From the effects of climate change to the threat posed by a giant asteroid, there’s a lot of things that we as humans worry about. But when faced with the possibility that humans may suffer the same fate as the dinosaurs, what should our rational response be? On this edition of our commentary series The Moral Is, Fresno State philosophy professor Andrew Fiala points to a pessimistic conclusion.
Recent cosmic events remind us that human existence is fragile. A meteor exploded over Russia. A bigger asteroid careened nearby. Should we worry about cosmic calamity? Or are there more important things to worry about?
Scientists are working to monitor near-earth objects. One team wants to crash a rocket into an asteroid in an attempt to move it.

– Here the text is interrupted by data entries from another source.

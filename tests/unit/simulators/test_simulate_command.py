"""``rotorwatch simulate``: WAV files (read back with soundfile) equal the renderer's snapshots."""

from __future__ import annotations

import json
import subprocess
import sys
from pathlib import Path

import numpy as np
import pytest
import soundfile

from rotorwatch.cli import main
from rotorwatch.simulators.render import ScenarioRenderer
from rotorwatch.simulators.scenario import load_scenario

REPO = Path(__file__).resolve().parents[3]
DEMO = REPO / "config" / "scenarios" / "demo-outer-race.toml"


def test_writes_volts_per_channel(tmp_path, capsys):
    rc = main(["simulate", str(DEMO), "--out", str(tmp_path), "--day", "12", "--seconds", "0.5"])
    assert rc == 0
    wav = tmp_path / "demo-outer-race-day012.00.wav"
    data, fs = soundfile.read(wav, dtype="float32")
    info = soundfile.info(wav)
    assert info.subtype == "FLOAT" and fs == 51200 and data.shape == (25600, 2)
    r = ScenarioRenderer(load_scenario(DEMO))
    ref = r.snapshot(12 * 86400.0, 0.5, 51200.0)
    assert np.array_equal(data[:, 0], ref["de-h"].astype(np.float32))
    assert np.array_equal(data[:, 1], ref["nde-h"].astype(np.float32))
    meta = json.loads(wav.with_suffix(".json").read_text())
    assert meta["unit"] == "volts" and meta["channels"]["0"]["point"] == "de-h"
    assert meta["true_rpm"] == pytest.approx(r.true_rpm(12 * 86400.0))
    assert str(wav) in capsys.readouterr().out


def test_writes_acceleration_when_asked(tmp_path):
    rc = main(["simulate", str(DEMO), "--out", str(tmp_path), "--day", "0", "--seconds", "0.25",
               "--quantity", "accel", "--fs", "25600"])
    assert rc == 0
    data, fs = soundfile.read(tmp_path / "demo-outer-race-day000.00.wav", dtype="float32")
    ref = ScenarioRenderer(load_scenario(DEMO)).snapshot_accel(0.0, 0.25, 25600.0)
    assert fs == 25600 and np.array_equal(data[:, 0], ref["de-h"].astype(np.float32))
    assert json.loads((tmp_path / "demo-outer-race-day000.00.json").read_text())["unit"] == "m/s2"


def test_default_days_are_first_and_last(tmp_path):
    assert main(["simulate", str(DEMO), "--out", str(tmp_path), "--seconds", "0.1"]) == 0
    assert sorted(p.name for p in tmp_path.glob("*.wav")) == ["demo-outer-race-day000.00.wav", "demo-outer-race-day030.00.wav"]


def test_bad_scenario_is_one_line_and_exit_2(tmp_path):
    bad = tmp_path / "bad.toml"
    bad.write_text('[scenario]\nname = "x"\nconfig = "missing.toml"\nduration_days = 1\n')
    proc = subprocess.run([sys.executable, "-m", "rotorwatch", "simulate", str(bad), "--out", str(tmp_path / "o")],
                          capture_output=True, text=True, timeout=60)
    assert proc.returncode == 2
    lines = proc.stderr.strip().splitlines()
    assert len(lines) == 1 and "scenario.config = 'missing.toml'" in lines[0] and "Traceback" not in proc.stderr
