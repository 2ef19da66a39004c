"""Threshold margins: how much room each value's levels had over a replay.

For each value with levels (a band or the overall velocity of a point):

- the **baseline** learned on the healthy machine, and when learning ended;
- the **healthy spread**: the highest value in the healthy part after learning, and its ratio to the
  baseline (how far normal variation reached; the learning updates themselves when nothing is left);
- the **first crossing** of each level: the first update at or above the effective level (the raise
  itself may come later, after the on-delay), and the first raise;
- the **warn range** for a lead time: the levels that would have been raised at least ``lead_s`` before
  the end of the replay without any crossing in the healthy part. Its floor is the healthy maximum; its
  top is the highest level that ``on_delay_updates`` consecutive updates reached, all of them after
  learning and no later than ``end - lead_s``. An empty range says: no level gives that warning
  without a false one.

The healthy part ends at ``healthy_until_s`` (``--healthy-until``), else just before the first update
with a value at or above its warning level or anything raised (the whole replay when nothing was).
"""

from __future__ import annotations

import math
from dataclasses import dataclass, field
from typing import Any

from ..alarms.records import MachineUpdate
from ..replay import ReplayLog, _clean, iso_date
from ..settings.models import Machine


@dataclass(frozen=True)
class Reading:
    t_s: float  # elapsed from the start
    value: float
    state: str
    warning: float | None
    alarm: float | None
    baseline: float | None


@dataclass
class LevelLog(ReplayLog):
    """A :class:`ReplayLog` that also keeps every value's reading and effective levels per update."""

    series: dict[tuple[str, str], list[Reading]] = field(default_factory=dict)
    units: dict[tuple[str, str], str] = field(default_factory=dict)
    first_raise_s: float | None = None  # the first update with a value at or above its warning level, or raised
    findings_seen: dict[tuple[str, str], float] = field(default_factory=dict)  # (point, name) -> first time

    def add(self, elapsed_s: float, update: MachineUpdate) -> None:
        super().add(elapsed_s, update)
        for pid, pu in update.points.items():
            for name, vs in pu.values.items():
                self.series.setdefault((pid, name), []).append(
                    Reading(elapsed_s, vs.value, vs.state, vs.warning_level, vs.alarm_level, vs.baseline))
                self.units[(pid, name)] = vs.unit
            for name, fs in pu.findings.items():
                if fs.present:
                    self.findings_seen.setdefault((pid, name), elapsed_s)
            if pu.result is not None:
                for f in pu.result.findings:
                    self.findings_seen.setdefault((pid, f.name), elapsed_s)
        crossed = any(v.state in ("warning", "alarm") or (v.warning_level is not None and v.value >= v.warning_level)
                      for pu in update.points.values() for v in pu.values.values())
        raised = any(f.state in ("warning", "alarm") for pu in update.points.values() for f in pu.findings.values())
        if (crossed or raised) and self.first_raise_s is None:
            self.first_raise_s = elapsed_s


@dataclass(frozen=True)
class Margin:
    point: str
    value: str
    unit: str
    baseline: float | None
    learned_s: float | None
    healthy_until_s: float
    healthy_max: float | None
    warning: float | None  # effective levels at the end
    alarm: float | None
    crossed_s: dict[str, float | None]  # level -> first update at or above it
    raised_s: dict[str, float | None]  # level -> first update in that state (after the on-delay)
    lead_s: float
    warn_range: tuple[float, float] | None

    @property
    def spread(self) -> float | None:
        if self.healthy_max is None or not self.baseline:
            return None
        return self.healthy_max / self.baseline


def _on_delay(machine: Machine, name: str) -> int:
    if name == "overall":
        return machine.overall.levels.on_delay_updates
    band = next((b for b in machine.bands if b.name == name), None)
    return band.levels.on_delay_updates if band is not None else 1


def _first(readings: list[Reading], test: Any) -> float | None:
    return next((r.t_s for r in readings if test(r)), None)


def _range_top(judged: list[Reading], until_s: float, k: int) -> float | None:
    """The highest level that ``k`` consecutive judged updates reached, ending no later than ``until_s``."""
    top = None
    for j in range(k - 1, len(judged)):
        if judged[j].t_s > until_s + 1e-9:
            break
        low = min(r.value for r in judged[j - k + 1:j + 1])
        top = low if top is None else max(top, low)
    return top


def margin_of(log: LevelLog, key: tuple[str, str], healthy_until_s: float, lead_s: float) -> Margin | None:
    readings = [r for r in log.series.get(key, []) if math.isfinite(r.value) and r.state != "suppressed"]
    if not readings or all(r.warning is None and r.alarm is None for r in readings):
        return None
    learned_s = _first(readings, lambda r: r.state != "learning" and r.baseline is not None)
    baseline = next((r.baseline for r in reversed(readings) if r.baseline is not None), None)
    judged = [r for r in readings if learned_s is not None and r.t_s >= learned_s]
    healthy = [r for r in judged if r.t_s <= healthy_until_s] or [r for r in readings if r.t_s <= healthy_until_s]
    hmax = max((r.value for r in healthy), default=None)
    crossed = {"warning": _first(readings, lambda r: r.warning is not None and r.value >= r.warning),
               "alarm": _first(readings, lambda r: r.alarm is not None and r.value >= r.alarm)}
    raised = {"warning": _first(readings, lambda r: r.state in ("warning", "alarm")),
              "alarm": _first(readings, lambda r: r.state == "alarm")}
    end_s = log.samples[-1].elapsed_s
    top = _range_top(judged, end_s - lead_s, _on_delay(log.machine, key[1]))
    warn_range = (hmax, top) if hmax is not None and top is not None and top > hmax else None
    last = readings[-1]
    return Margin(key[0], key[1], log.units.get(key, ""), baseline, learned_s, healthy_until_s, hmax,
                  last.warning, last.alarm, crossed, raised, lead_s, warn_range)


def margins(log: LevelLog, healthy_until_s: float | None, lead_s: float) -> tuple[list[Margin], float, str]:
    """Every value's margins, the healthy part's end (elapsed seconds) and how it was chosen."""
    if healthy_until_s is not None:
        until, how = healthy_until_s, "--healthy-until"
    elif log.first_raise_s is not None:
        before = [s.elapsed_s for s in log.samples if s.elapsed_s < log.first_raise_s]
        until, how = (before[-1] if before else -1.0), "the update before the first crossing"
    else:
        until, how = log.samples[-1].elapsed_s, "nothing was raised: the whole replay"
    keys = [(p.id, name) for p in log.machine.points for name in ["overall"] + [b.name for b in log.machine.bands_for(p.id)]]
    out = [m for m in (margin_of(log, k, until, lead_s) for k in keys) if m is not None]
    return out, until, how


def _g(x: float | None) -> str:
    return "-" if x is None or not math.isfinite(x) else f"{x:.3g}"


def _date(log: LevelLog, t_s: float | None) -> str:
    return "-" if t_s is None else iso_date(log.start_unix_s + t_s)[:16].replace("T", " ")


def margin_record(log: LevelLog, m: Margin) -> dict[str, Any]:
    """One value's margins as a JSON-ready dict (``type: margin``)."""
    def when(t: float | None) -> str | None:
        return None if t is None else iso_date(log.start_unix_s + t)

    ratio = [x / m.baseline for x in m.warn_range] if m.warn_range and m.baseline else None
    return _clean({
        "type": "margin", "machine": log.machine.id, "point": m.point, "value": m.value, "unit": m.unit,
        "baseline": m.baseline, "learned_at": when(m.learned_s), "healthy_until": when(m.healthy_until_s),
        "healthy_max": m.healthy_max, "healthy_spread": m.spread, "warning_level": m.warning, "alarm_level": m.alarm,
        "first_crossed": {k: when(v) for k, v in m.crossed_s.items()},
        "first_raised": {k: when(v) for k, v in m.raised_s.items()},
        "lead_s": m.lead_s, "warn_range": list(m.warn_range) if m.warn_range else None, "warn_range_ratio": ratio,
    })


def margins_table(log: LevelLog, rows: list[Margin], until_s: float, how: str, lead_s: float) -> str:
    """The margins for people: one line per value."""
    lines = [f"Threshold margins (healthy part until {_date(log, until_s)}: {how}; "
             f"warn range: levels raised at least {lead_s / 3600:g} h before the end, none in the healthy part)"]
    head = (f"  {'point':<6} {'value':<14} {'unit':<6} {'baseline':>9} {'healthy max':>17} {'warning':>8} "
            f"{'first crossed':>16} {'alarm':>8} {'first crossed':>16}  warn range")
    lines.append(head)
    for m in rows:
        spread = f"{_g(m.healthy_max)} (x{m.spread:.2f})" if m.spread is not None else _g(m.healthy_max)
        if m.warn_range:
            lo, hi = m.warn_range
            rng = f"{lo:.3g} - {hi:.3g}" + (f" (x{lo / m.baseline:.2f} - x{hi / m.baseline:.2f})" if m.baseline else "")
        else:
            rng = "none"
        lines.append(f"  {m.point:<6} {m.value:<14} {m.unit:<6} {_g(m.baseline):>9} {spread:>17} {_g(m.warning):>8} "
                     f"{_date(log, m.crossed_s['warning']):>16} {_g(m.alarm):>8} {_date(log, m.crossed_s['alarm']):>16}  {rng}")
    if not rows:
        lines.append("  no value has levels")
    return "\n".join(lines)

But the risk of damage from a medium size meteor strike is small. Most of the world is covered with oceans and deserts. It is unlikely that a space rock would hit a populated area.
Unfortunately, if we saw a truly catastrophic asteroid headed our way, there is nothing we could do to stop it. Imagine how difficult it would be to actually hit an asteroid with a rocket and successfully push it away from earth.
In such a scenario, it would be nice to have some advance warning. But at that point we might as well throw a doomsday party and enjoy ourselves.
This points us toward a significant problem for rationality and ethics. In some circumstances, it is rational to take up a shovel and get to work. But in other circumstances, it makes more sense to take up a fiddle and play. The problem is that we are not very good at assessing those circumstances and allocating our resources.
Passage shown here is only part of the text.